A book that begins with a fragment of a Leonard Cohen song is unlikely to be all bad, and this one is pretty good. Published 3 years ago, it deserves rereading or reading for the first time by anyone with an interest in how research evidence gets into clinical practice — precisely the theme of this month’s BJGP. John Gabbay is a distinguished health services researcher and Andrée le May is professor of nursing at Southampton. Together they have produced a book which is remarkable in many ways, not least in the way that it wears its scholarship lightly and contains, on almost every page, an observation, reflection, or idea to which any practising GP will relate.
At the core of the book is the concept of clinical mindlines; the complex, interwoven threads of information, experience, education, and evidence that act as internalised and highly personal clinical guidelines and heuristics that underlie and, importantly, continually interact with patient management. Using data collected in their own revealing and detailed ethnographic research carried out in four disparate general practices, and drawing on a range of social theory, Gabbay and le May map out the complex territory lying between the publication of research evidence and its application to real-world general practice.

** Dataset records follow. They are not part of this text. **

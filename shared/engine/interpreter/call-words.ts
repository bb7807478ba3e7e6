import { LETTER, letterBits, type OtherCode } from '../blocks/block';
import { codeName, GROUP } from '../blocks/code-groups';
import { evaluate } from '../expressions/evaluate';
import type { Value } from '../expressions/value';
import type { Statement } from '../statements/statement';
import type { Follower } from './follower';
import { macroArguments } from './macro-arguments';
import { tellProblem, type Run } from './run';
import { callKey } from './steer';
import { wholeNumber } from './whole-number';

const { G, L, M, P } = LETTER;

/** Codes that call: M98 and G65 another program, M97 a line of this one (facts sheet 12.1.7 to 12.1.9). */
export type CallCode = 'M97' | 'M98' | 'G65';
const CALL_CODES: readonly string[] = ['M97', 'M98', 'G65'];

/** What a calling block asks for. */
export interface Call {
  readonly code: CallCode;
  /** The program, or for M97 the line number. */
  readonly number: number;
  readonly times: number;
  /** Of G65: the local variables it gives. */
  readonly given: ReadonlyMap<number, Value> | undefined;
}

/** Digits of a program's number where the ones before them say how often it is called. */
const PACKED = 10_000;

/** The code among those of the block that calls something and has no meaning of the setup's own. */
export function findCall(run: Run): OtherCode | undefined {
  return run.block.others.find(({ letter, tenths }) => isCall(run, codeName(letter, tenths)));
}

/** The code by which a statement calls something, or '': found before anything of it is stored. */
export function callOf(run: Run, { words }: Statement): CallCode | '' {
  for (const { letter, value } of words) {
    if (letter !== G && letter !== M) continue;
    const worth = evaluate(value, run.parameters, run.grammar);
    if (typeof worth !== 'number') continue;
    const name = codeName(letter === G ? 'G' : 'M', Math.round(worth * 10));
    if (isCall(run, name)) return name as CallCode;
  }
  return '';
}

function isCall(run: Run, name: string): boolean {
  return !run.dialect.isStrict && CALL_CODES.includes(name) && !run.declared.has(name);
}

/** Reads a call off its block; tells what it lacks. `valueOf` gives what a word is worth. */
export function readCall(
  run: Run,
  { letter, tenths }: OtherCode,
  valueOf: (word: number) => Value,
): Call | undefined {
  const { block } = run;
  const code = codeName(letter, tenths) as CallCode;
  if (!block.has(P)) {
    tellProblem(run, 'missing-word', { code }, { code, letter: 'P' });
    return undefined;
  }
  const number = wholeWord(run, P);
  const times = block.has(L) ? wholeWord(run, L) : 1;
  if (number === undefined || times === undefined) return undefined;
  const given = code === 'G65' ? macroArguments(block.words, valueOf) : undefined;
  const isPacked = code === 'M98' && run.controller.switches.packedM98 && number >= PACKED;
  if (!isPacked) return { code, number, times, given };
  return { code, number: number % PACKED, times: times * Math.floor(number / PACKED), given };
}

function wholeWord(run: Run, letter: number): number | undefined {
  const { block } = run;
  const value = block.value(letter);
  const whole = wholeNumber(value);
  if (whole >= 0) return whole;
  const name = String.fromCharCode(65 + letter);
  const what = block.written(block.wordOf[letter]!);
  const needs = value < 0 ? 'not-negative' : 'whole';
  tellProblem(run, 'out-of-range-word', { letters: name }, { letter: name, what, value, needs });
  return undefined;
}

/** Calls what the block asks for, or tells that it is not there. */
export function makeCall(run: Run, follower: Follower, call: Call): void {
  const { code, number, times, given } = call;
  const words = { letters: 'P', code };
  if (code !== 'M97') {
    const locals = given ? ({ kind: 'macro', given } as const) : ({ kind: 'shared' } as const);
    return callKey(run, follower, String(number), words, times, locals);
  }
  const { program } = follower.frame;
  const start = program.findNumber(number, follower.line);
  if (start === undefined)
    tellProblem(run, 'subprogram-missing', words, { reason: 'line', what: `N${number}` });
  else
    follower.call({ program, start, key: `N${number}`, times, locals: { kind: 'shared' } }, words);
}

/** Leaves of the block what is carried out before the call: nothing of a G65 but its modes. */
export function takeCallOut({ block }: Run, call: OtherCode): void {
  const { others } = block;
  others.splice(others.indexOf(call), 1);
  if (call.letter === 'M') {
    block.seen &= ~((1 << P) | (1 << L));
    return;
  }
  block.seen &= letterBits('N');
  block.groups &= ~MACHINE_GROUPS;
  for (let at = others.length - 1; at >= 0; at--)
    if (others[at]!.letter === 'M') others.splice(at, 1);
}

/** M words of a G65 block are arguments. */
const MACHINE_GROUPS =
  (1 << GROUP.stop) |
  (1 << GROUP.change) |
  (1 << GROUP.spindle) |
  (1 << GROUP.coolant) |
  (1 << GROUP.override);
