import { test } from 'vitest';
import { checkRule } from '../testing/check-rule';
import { outsideSpoilboard } from './outside-spoilboard';

// The board reaches to machine X 1240, that is X 1210 from work zero.
const wide = { job: { stock: { max: { x: 1240 } } } };
const START = 'G21 G90 G17 G54\nT1 M6\nS18000 M3\nG43 H1\nG0 X1100 Y50 Z5';

test('holds a cut in stock that lies beyond the board', () => {
  checkRule(
    outsideSpoilboard,
    wide,
    `
${START}
G1 Z-5 F1000
G1 X1215
   ^^^^^ outside-spoilboard (hold): Cuts 5 mm (0.197 in) beyond the edge of the spoilboard.
M30
`,
  );
});

test('allows air moves and rapids beyond it', () => {
  checkRule(
    outsideSpoilboard,
    wide,
    `\n${START}\nG0 X1225\nG1 X1230 F1000\nG1 X1100\nG1 Z-5\nM30\n`,
  );
  // Stock that ends before the board: leading in from outside both is no cut.
  checkRule(outsideSpoilboard, {}, `\n${START}\nG0 X1216\nG1 Z-5 F1000\nG1 X1208\nM30\n`);
});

Science, evidence, and published guidelines interact with many other factors such as local norms and routines, tacit and experiential knowledge, peer values, institutional culture and role modelling. We are taken on an exciting intellectual and professional journey through the growth and nourishment of mindlines and on to the development of communities of practice and the co-creation of clinical reality. There is an extremely useful concluding chapter, with important summary points for the improvement of practice-based evidence. The accompanying notes on each chapter are almost as interesting as the chapters themselves, and there is an excellent bibliography. Gabbay and le May have come as close as anything I’ve read to explaining exactly how, as Leonard Cohen has it, ‘the light gets in’.